From the Raven to the Muskrat

A few weeks ago, I found myself sitting at a desk in the back of my classroom. My students sat quietly, each working to complete the test before them, and it was one of those rare moments where I could just relax, observing everything around me. I took a deep breath. I’m a high school English teacher. This is my classroom. It’s a Tuesday.

And as I looked around, I noticed all the birds. It’s been organic, I might say, but I’ve collected quite a few over the years. My oldest is a large drawing of Harper Lee’s To Kill a Mockingbird, the book cover with a ball of string and the tree’s knot hole. I also have a smaller mockingbird picture, more recently given to me. There’s a scarlet ibis, often mistaken for a flamingo, that one of my students painted for me after reading the story by James Hurst. Of course, I have a few ravens. One is a cardboard prop I made long ago, and every year while teaching “The Raven,” I run across the floor, jump as high as I can, and slap it to the wall above my door. Sometimes it stays there all year. A couple years ago a student painted me a portrait of Edgar Allan Poe with a raven superimposed on his face, so that’s up there on my front wall too. That’s a total of five birds, but there’s more. This year, I finally learned how to string the origami cranes that I make with my students as part of their study of Hiroshima by John Hersey, and some of those hang from the ceiling.

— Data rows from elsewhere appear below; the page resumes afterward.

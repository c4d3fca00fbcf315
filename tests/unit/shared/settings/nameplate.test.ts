import { describe, expect, it } from 'vitest'
import { dictionaryEntrySchema, nameplateSchema } from '../../../../shared/settings/nameplate'

const least = { model: 'HL40-200V', axisKind: 'linear', stroke: 200 }
const takes = (more: object) => nameplateSchema.safeParse({ ...least, ...more }).success
const entry = (value: object) => dictionaryEntrySchema.safeParse(value).success

/** Just inside and just outside: what is taken and what is refused of each field. */
const edges: readonly (readonly [field: string, taken: readonly unknown[], refused: readonly unknown[]])[] = [
  ['model', ['a', 'x'.repeat(64)], ['', 'x'.repeat(65), 40, null]],
  ['axisKind', ['linear', 'rotary'], ['Linear', 'gantry', '']],
  ['stroke', [0.001, 20000], [0, -200, Number.POSITIVE_INFINITY, Number.NaN, '200']],
  ['hardMargin', [0, 2.5], [-0.001, Number.POSITIVE_INFINITY]],
  ['maxSpeed', [0.001], [0, -1]],
  ['maxAcceleration', [0.001], [0, -1]],
  ['ratedThrust', [0.1], [0]],
  ['peakThrust', [0.1], [0]],
  ['forceBase', ['rated-thrust', 'peak-thrust'], ['rated', '']],
  ['pressForceMin', [0, 20], [-1]],
  ['pressForceMax', [70], [0]],
  ['forceLimitActsBothWays', [true, false], ['true', 1]],
  ['maxImpactEnergy', [0.35], [0]],
  ['resolution', [0.000001], [0]],
  ['efficiency', [0.0001, 1], [0, 1.0001, 90]],
  ['movingMass', [0, 1.8], [-0.1]],
  ['rotorInertia', [0, 0.12], [-0.01]],
  ['gearRatio', [0.1, 1, 50], [0, -3]],
  ['maxMoves', [1, 1024], [0, 1025, 16.5]],
  ['firstMove', [0, 1], [2, -1, true]],
  ['allOff', ['first', 'none', 'home'], ['hold']],
  ['strobe', ['edge', 'level'], ['pulse']],
  ['maxSelectInputs', [0, 10], [11, -1, 3.5]],
  ['inputFilterTime', [0, 5], [-1]],
  ['inputSwitching', ['p', 'n'], ['pnp', 'P']],
  ['brakeHolding', [180], [0]],
  ['encoder', ['incremental', 'absolute', 'absolute-battery'], ['battery']],
  ['homeOffsetSense', ['zero-is-home-plus-offset', 'home-reads-offset'], ['plus']],
  ['decimals', [0, 6], [7, -1, 1.5]],
  ['firmwareSeen', [[], ['2.4', '3.12'], Array.from({ length: 64 }, (_, n) => `1.${n}`)], [[''], ['x'.repeat(33)], Array.from({ length: 65 }, (_, n) => `1.${n}`), '2.4']],
  ['note', ['', 'x'.repeat(2000)], ['x'.repeat(2001)]],
  ['dictionary', [{}, { 'K-017': {} }], [{ '': {} }, { ['k'.repeat(65)]: {} }, { 'K-017': 15 }]],
]

describe('a nameplate', () => {
  it('needs a model, an axis kind and a stroke, and no more', () => {
    expect(nameplateSchema.parse(least)).toEqual(least)
    for (const key of Object.keys(least)) expect(takes({ [key]: undefined }), key).toBe(false)
  })

  it.each(edges)('%s', (field, taken, refused) => {
    for (const value of taken) expect(takes({ [field]: value }), JSON.stringify(value)).toBe(true)
    for (const value of refused) expect(takes({ [field]: value }), JSON.stringify(value)).toBe(false)
  })

  it('has no field that nobody knows: a misspelt one would be a check that never runs', () => {
    for (const key of ['maxspeed', 'max_speed', 'weight', 'constructor']) expect(takes({ [key]: 1 })).toBe(false)
  })

  it('says the unit of every quantity', () => {
    const bare = new Set(['efficiency', 'maxMoves', 'maxSelectInputs', 'firstMove', 'decimals'])
    for (const [name, schema] of Object.entries(nameplateSchema.shape)) {
      const isNumber = schema.safeParse(1).success && !schema.safeParse(true).success && !schema.safeParse('x').success
      if (isNumber && !bare.has(name) && name !== 'stroke') expect(schema.description, name).toMatch(/mm|deg|N|%|J|kg|ms|turns/)
    }
    expect(nameplateSchema.shape.stroke.description).toBe('mm or deg')
  })
})

describe('an entry of the dictionary', () => {
  it('may say nothing', () => expect(dictionaryEntrySchema.parse({})).toEqual({}))

  it.each([
    [{ name: 'thrust, most', unit: '%', min: 0, max: 100, weight: 'harm', carry: 'copy' }, true],
    [{ allowed: [0, 'B', false] }, true], [{ reading: true }, true], [{ min: -5, max: -10 }, true],
    [{ name: '' }, false], [{ name: 'x'.repeat(81) }, false], [{ unit: 'x'.repeat(17) }, false],
    [{ weight: 'danger' }, false], [{ carry: 'keep' }, false], [{ allowed: [null] }, false], [{ allowed: Array.from({ length: 65 }, (_, n) => n) }, false],
    [{ max: Number.POSITIVE_INFINITY }, false], [{ label: 'thrust' }, false],
  ])('%j: %s', (value, taken) => expect(entry(value)).toBe(taken))
})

All this gets me thinking about animals in literature. In addition to those already mentioned, we read Jack London’s The Call of the Wild and “To Build a Fire” almost every year. Sometimes we read The Bean Trees by Barbara Kingsolver, which uses lots of bird symbolism. There’s Of Mice and Men, too, where Steinbeck describes the death of Candy’s old dog at the hands of Carlson. And of course, when I think about epic stories and animals, Moby Dick rises to the surface.

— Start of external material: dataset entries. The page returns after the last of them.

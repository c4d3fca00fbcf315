import fc from 'fast-check'
import { describe, expect, it } from 'vitest'
import { TokenError } from '../../../../shared/settings/json-cursor'
import { jsonTree, maxNesting } from '../../../../shared/settings/json-tokens'
import type { RawNode } from '../../../../shared/settings/raw'

/** What JSON.parse would make of the tree; of two equal keys the last counts, as there. */
function plain(node: RawNode, text: string): unknown {
  switch (node.kind) {
    case 'object': {
      const object: Record<string, unknown> = {}
      node.keys.forEach((key, index) => Object.defineProperty(object, key, { value: plain(node.values[index] as RawNode, text), enumerable: true, configurable: true, writable: true }))
      return object
    }
    case 'list': return node.items.map(item => plain(item, text))
    case 'text': return node.text
    case 'number': return Number(text.slice(node.offset, node.end))
    case 'flag': return node.value
    default: return null
  }
}

function outcome(text: string): { readonly value: unknown } | { readonly code: string, readonly offset: number } {
  try {
    return { value: plain(jsonTree(text), text) }
  }
  catch (error) {
    if (error instanceof TokenError) return { code: error.code, offset: error.offset }
    throw error
  }
}

function parsed(text: string): { readonly value: unknown } | undefined {
  try {
    return { value: JSON.parse(text) as unknown }
  }
  catch (error) {
    if (error instanceof SyntaxError) return undefined
    throw error
  }
}

const fault = (text: string) => {
  const result = outcome(text)
  return 'code' in result ? `${result.code} ${result.offset}` : 'read'
}

const document = fc.json({ maxDepth: 5, stringUnit: 'binary' })

describe('held against JSON.parse', () => {
  it('reads every document that JSON.stringify writes', () => {
    fc.assert(fc.property(document, (text) => {
      expect(outcome(text)).toEqual(parsed(text))
    }), { numRuns: 200 })
  })

  it('reads them with white space anywhere between the signs', () => {
    fc.assert(fc.property(fc.jsonValue({ maxDepth: 4 }), fc.string({ unit: fc.constantFrom(' ', '\t'), maxLength: 4 }), (value, indent) => {
      const text = `\r\n${JSON.stringify(value, null, indent)}\t \n`
      expect(outcome(text)).toEqual(parsed(text))
    }), { numRuns: 300 })
  })

  it('gives the same verdict on broken documents', () => {
    const broken = fc.tuple(document, fc.nat(), fc.nat({ max: 2 }), fc.constantFrom(...'{}[]",:\\-+.eE0159tfn\u0000\n u\u00a0\ufeff')).map(([text, at, cut, sign]) => {
      const index = at % (text.length + 1)
      return text.slice(0, index) + sign + text.slice(index + cut)
    })
    fc.assert(fc.property(broken, (text) => {
      const expected = parsed(text)
      const result = outcome(text)
      if (expected === undefined) expect(result).toHaveProperty('code')
      else expect(result).toEqual(expected)
    }), { numRuns: 1000 })
  })

  it('gives the same verdict on any short text of JSON signs', () => {
    fc.assert(fc.property(fc.string({ unit: fc.constantFrom(...'{}[]",:\\-+.eE019', 'true', 'null', '"a"', ' '), maxLength: 9 }), (text) => {
      const expected = parsed(text)
      expect('value' in outcome(text)).toBe(expected !== undefined)
    }), { numRuns: 2000 })
  })
})

// Typed in by the grammar of RFC 8259: what must be read, and what must not, with the place of the first sign out of order.
describe('the grammar of RFC 8259', () => {
  it.each([
    '0', '-0', '1', '-1.5', '1e5', '1E-5', '1.25e+10', '""', '"a"', 'true', 'false', 'null', '[]', '{}', ' [ ] ', '[[[]]]', '{"":""}', '{"a":1,"b":[1,2,{"c":null}]}',
    String.raw`"\"\\\/\b\f\n\r\t"`, String.raw`"\u0041\uD83D\uDE00\ud83d"`, '"\u007f"', '"\u2028"', '"é😀"', '[1 ,2]', '{"a" : 1}', '123456789012345678901234567890',
  ])('reads %s', text => expect(outcome(text)).toEqual(parsed(text)))

  it.each([
    ['', 0], [' ', 1], ['[', 1], ['[1', 2], ['[1,', 3], ['[1,]', 3], ['[,1]', 1], ['[1 2]', 3], ['[1}', 2], ['{', 1], ['{"a"', 4], ['{"a":', 5], ['{"a":1', 6], ['{"a":1,}', 7],
    ['{"a" 1}', 5], ['{a:1}', 1], ['{\'a\':1}', 1], ['{1:1}', 1], ['{"a":1 "b":2}', 7], ['{"a"::1}', 5], ['nul', 0], ['True', 0], ['NaN', 0], ['Infinity', 0], ['undefined', 0],
    ['-', 1], ['+1', 0], ['.5', 0], ['5.', 2], ['1.e5', 2], ['1e', 2], ['1e+', 3], ['01', 0], ['-01', 1], ['1.2.3', 3], ['0x1', 1], ['1_000', 1], ['--1', 1],
    ['"', 1], ['"a', 2], ['"\\', 1], ['"\\a"', 1], ['"\\u12"', 1], ['"\\u12g4"', 1], ['"\\U0041"', 1], ['"a\nb"', 2], ['"\u0000"', 1], ['"\u001f"', 1],
    ['1 2', 2], ['[] []', 3], ['{}}', 2], ['//x', 0], ['/* x */ 1', 0], ['\ufeff1', 0], ['\u00a01', 0], ['[1]\u0000', 3], ['"a""b"', 3], ['truefalse', 4],
  ])('refuses %j at %d', (text, offset) => expect(fault(text)).toBe(`json-syntax ${offset}`))
})

describe('places', () => {
  it('are those of each value and key', () => {
    const text = '{ "a": [10, "x"], "b": { "c": true } }'
    fc.assert(fc.property(fc.constant(text), () => {
      const root = jsonTree(text)
      if (root.kind !== 'object') return false
      expect(root.keyOffsets.map(offset => text.slice(offset, offset + 3))).toEqual(['"a"', '"b"'])
      expect(root.values.map(value => text.slice(value.offset, value.end))).toEqual(['[10, "x"]', '{ "c": true }'])
      return text.slice(root.offset, root.end) === text
    }))
  })

  it('cut every value of any document out as JSON of its own', () => {
    const walk = (node: RawNode, text: string): void => {
      expect(JSON.parse(text.slice(node.offset, node.end))).toEqual(plain(node, text))
      if (node.kind === 'object') node.values.forEach(value => walk(value, text))
      if (node.kind === 'list') node.items.forEach(item => walk(item, text))
    }
    fc.assert(fc.property(fc.json({ maxDepth: 3 }), text => walk(jsonTree(text), text)), { numRuns: 200 })
  })
})

describe('numbers', () => {
  const valueOf = (text: string) => {
    const node = jsonTree(text)
    return node.kind === 'number' ? node.value : undefined
  }

  it('come with their value where 15 digits and 6 places hold it', () => {
    const plainNumber = fc.tuple(fc.constantFrom('', '-'), fc.integer({ min: 0, max: 999_999_999 }), fc.string({ unit: fc.constantFrom(...'0123456789'), maxLength: 6 }))
      .map(([sign, whole, tail]) => `${sign}${whole}${tail && `.${tail}`}`)
    fc.assert(fc.property(plainNumber, text => Object.is(valueOf(text), Number(text) + 0)), { numRuns: 2000 })
  })

  it.each(['1e3', '0.1234567', '1234567890123456', '1.0000000'])('leave %s to decimal arithmetic', text => expect(valueOf(text)).toBeNaN())

  it('never answer minus zero', () => expect(Object.is(valueOf('-0.00'), 0)).toBe(true))
})

describe('nesting', () => {
  const nested = (depth: number, open: string, close: string) => open.repeat(depth) + close.repeat(depth)

  it('is read to eight levels', () => {
    expect(maxNesting).toBe(8)
    expect(fault(nested(8, '[', ']'))).toBe('read')
    expect(fault(`${'{"a":'.repeat(8)}1${'}'.repeat(8)}`)).toBe('read')
  })

  it('is refused at the sign that opens the ninth', () => {
    expect(fault(nested(9, '[', ']'))).toBe('nesting 8')
    expect(fault(`${'{"a":'.repeat(8)}[]${'}'.repeat(8)}`)).toBe('nesting 40')
  })

  it('does not exhaust the stack: 2 MiB of brackets are refused at once', () => {
    expect(fault('['.repeat(2 ** 21))).toBe('nesting 8')
    expect(fault('{"a":'.repeat(400_000))).toBe('nesting 40')
  })
})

The raven, however, might be the most recognizable of these literary creatures. After all, only one sports team, the Baltimore Ravens, is named for a poem about a fictional animal. I find this very satisfying, and I think Poe would be honored. That bird, most indeed, refused to fly away, and never-nevermore did Poe find a better symbol for despair that just doesn’t quit.

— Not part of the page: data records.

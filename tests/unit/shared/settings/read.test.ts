import { describe, expect, it } from 'vitest'
import { exampleFiles, leastExample, pressExample } from '../../../../shared/settings/examples'
import { formOf, maxFileBytes, readSettings, readSettingsText } from '../../../../shared/settings/read'
import { writeCsv } from '../../../../shared/settings/write-csv'
import { writeJson } from '../../../../shared/settings/write-json'

const bytes = (text: string) => new TextEncoder().encode(text)
const codes = (sent: Uint8Array) => {
  const outcome = readSettings(sent)
  return outcome.ok ? [] : outcome.errors.map(error => error.code)
}

describe('formOf', () => {
  it.each([
    ['{', 'json'], [' \t\r\n{', 'json'], ['[', 'json'], ['\ufeff{', 'json'], ['section', 'csv'], ['sep=;', 'csv'], ['"section"', 'csv'], ['', 'csv'], ['5', 'csv'], ['\ufeffsection', 'csv'], ['<xml', 'csv'],
  ])('of %j is %s', (text, form) => expect(formOf(bytes(text))).toBe(form))

  it('sees through UTF-16', () => {
    expect(formOf(Uint8Array.from([0xff, 0xfe, 0x7b, 0]))).toBe('json')
    expect(formOf(Uint8Array.from([0xfe, 0xff, 0, 0x7b]))).toBe('json')
    expect(formOf(Uint8Array.from([0x73, 0]))).toBe('csv')
  })
})

describe('formOf, where bytes only look like a mark', () => {
  it('takes no single byte of a mark for the mark', () => {
    expect(formOf(Uint8Array.from([0x5b, 0xbb, 0x41, 0x41]))).toBe('json')
    expect(formOf(Uint8Array.from([0xef, 0x41, 0x41, 0x7b]))).toBe('csv')
    expect(formOf(Uint8Array.from([0xef, 0xbb, 0x41, 0x7b]))).toBe('csv')
    expect(formOf(Uint8Array.from([0xff, 0x41, 0x7b]))).toBe('csv')
    expect(formOf(Uint8Array.from([0xfe, 0x41, 0x7b]))).toBe('csv')
  })

  it('passes over no more than the blanks of JSON and the zero bytes of UTF-16', () => {
    expect(formOf(Uint8Array.from([0, 0x20, 0, 0x0a, 0, 0x7b]))).toBe('json')
    for (const byte of [0x0b, 0x0c, 0xa0, 0x01]) expect(formOf(Uint8Array.from([byte, 0x7b]))).toBe('csv')
  })
})

describe('readSettings', () => {
  it('reads both forms of one file to the same', () => {
    for (const file of exampleFiles) {
      const json = readSettings(bytes(writeJson(file)))
      const csv = readSettings(bytes(writeCsv(file)))
      expect(json.ok && json.value.file).toEqual(file)
      expect(csv.ok && csv.value.file).toEqual(file)
      expect(json.ok && json.value.content).toEqual(csv.ok && csv.value.content)
    }
  })

  it('passes the decimal sign on', () => {
    const text = writeCsv(pressExample).replaceAll(',', ';').replace(/(\d)\.(\d)/g, '$1.$2')
    const unclear = text.split('\r\n').filter(line => /^(file|unit);/.test(line) || line.startsWith('section')).join('\n') + '\nsetup;;softLimitMax;1.500;mm\n'
    const ask = (decimal?: 'point' | 'comma') => {
      const outcome = readSettings(bytes(unclear), decimal ? { decimal } : {})
      return outcome.ok ? outcome.value.content.setup.softLimitMax : outcome.errors.map(error => error.code)
    }
    expect(ask('point')).toBe(1.5)
    expect(ask()).toEqual(['number-unclear'])
    expect(ask('comma')).toEqual(['number-unclear'])
  })

  it('reads 2 MiB and not a byte more', () => {
    const full = writeJson(leastExample)
    expect(codes(bytes(full.padEnd(maxFileBytes, ' ')))).toEqual([])
    const outcome = readSettings(bytes(full.padEnd(maxFileBytes + 1, ' ')))
    expect(outcome).toEqual({ ok: false, more: 0, errors: [{ at: '', code: 'limit', value: '2097153', message: 'The file has 2097153 bytes; at most 2097152 are read.' }] })
  })

  it('is quick to refuse the worst of 2 MiB', () => {
    const worst = [
      `{${Array.from({ length: 250_000 }, (_, index) => `"k${index}":1`).join(',')}}`.slice(0, maxFileBytes), `{"extra":{${Array.from({ length: 250_000 }, () => '"a":1').join(',')}}}`,
      `{"setup":{${Array.from({ length: 90_000 }, (_, index) => `"softLimit${index}":1`).join(',')}}}`, '['.repeat(maxFileBytes),
      `section,row,field,value,unit\n${'setup,,softLimit,1,mm\n'.repeat(90_000)}`, `section,row,field,value,unit\n${'zones,1,from,1,mm\n'.repeat(100_000)}`, `section;row;field;value;unit\n${'move;1;target;1,5;mm\nmove;1;speed;1.5;mm\n'.repeat(50_000)}`,
      `section,row,field,value,unit\nfile,,note,"${'"",'.repeat(600_000)}`, '\n'.repeat(maxFileBytes), 's'.repeat(maxFileBytes), `"${'\\'.repeat(maxFileBytes - 1)}`,
    ]
    for (const text of worst) {
      const start = process.cpuUsage()
      expect(codes(bytes(text).subarray(0, maxFileBytes)).length, text.slice(0, 40)).toBeGreaterThan(0)
      // Linear work takes well under a second; anything that grows with the square takes minutes.
      const { user, system } = process.cpuUsage(start)
      expect((user + system) / 1000, text.slice(0, 40)).toBeLessThan(5000)
    }
  }, 60_000)
})

describe('bytes in no encoding', () => {
  it('are one problem, with the place of the first of them', () => {
    const sent = bytes(writeJson(pressExample))
    const spoilt = sent.with(sent.indexOf(0x0a) + 5, 0xff)
    expect(readSettings(spoilt)).toMatchObject({ ok: false, more: 0, errors: [{ at: '', code: 'encoding', line: 2, column: 5 }] })
  })

  it('are told of in a CSV file too: five bytes that Windows-1252 has no sign for', () => {
    for (const byte of [0x81, 0x8d, 0x8f, 0x90, 0x9d]) {
      const sent = Uint8Array.from([...bytes('section,row,field,value,unit\nfile,,note,'), byte])
      expect(readSettings(sent)).toMatchObject({ ok: false, more: 0, errors: [{ code: 'encoding', line: 2, column: 12 }] })
    }
  })
})

describe('readSettingsText', () => {
  it('passes a mark at the beginning over', () => {
    const outcome = readSettingsText(`\ufeff${writeJson(pressExample)}`)
    expect(outcome.ok && outcome.value.file).toEqual(pressExample)
  })

  it('refuses a lone surrogate as the character that UTF-8 makes of it', () => {
    const outcome = readSettingsText(writeJson(pressExample).replace('lid gasket', 'lid \\ud83d'))
    expect(!outcome.ok && outcome.errors).toMatchObject([{ code: 'text-character', at: '/note' }])
  })
})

Henry B. Kane's woodcut image of a muskrat

But there’s another favorite of mine, Henry David Thoreau’s muskrat.

In recent years, this muskrat has become more sentimental to me than ever. It’s found a home with me alongside the other animals. And whereas my last post about Thoreau focused on a passage from the beginning of Walden, the relevant passage here comes from the last few paragraphs of the book. Thoreau writes, “The life in us is like the water in the river. It may rise this year higher than man has ever known it, and flood the parched uplands; even this may be the eventful year, which will drown out all our muskrats.” I just love this passage, especially for its stark contrast to the raven.

Whereas Poe’s raven is all about hopelessness, the narrator’s failed attempt to recover from the despair caused by a dead lover, Thoreau’s muskrat is a symbol of hope. He says “the life in us is like water in the river,” trying to make us understand there’s always more, always greater possibilities within the confines of our lives. And those pesky habits, those troubles we’ve come to live alongside like varmints in our house, those “muskrats” so to speak—well, Thoreau says, yes, we can get rid of those. To me, that’s so hopeful. Perhaps that’s the most powerful lesson in all of Thoreau, one which Poe’s biography, to the best of my understanding, suggests he never seemed to learn. We can change our lives. We can drown our muskrats.

The picture included with this week’s post is located at the end of a 1951 edition of Walden published by W. W. Norton & Company, which was illustrated by Henry B. Kane. He is known for his nature drawings. The muskrat seems to be afloat, at least for the moment, while the flood waters rise.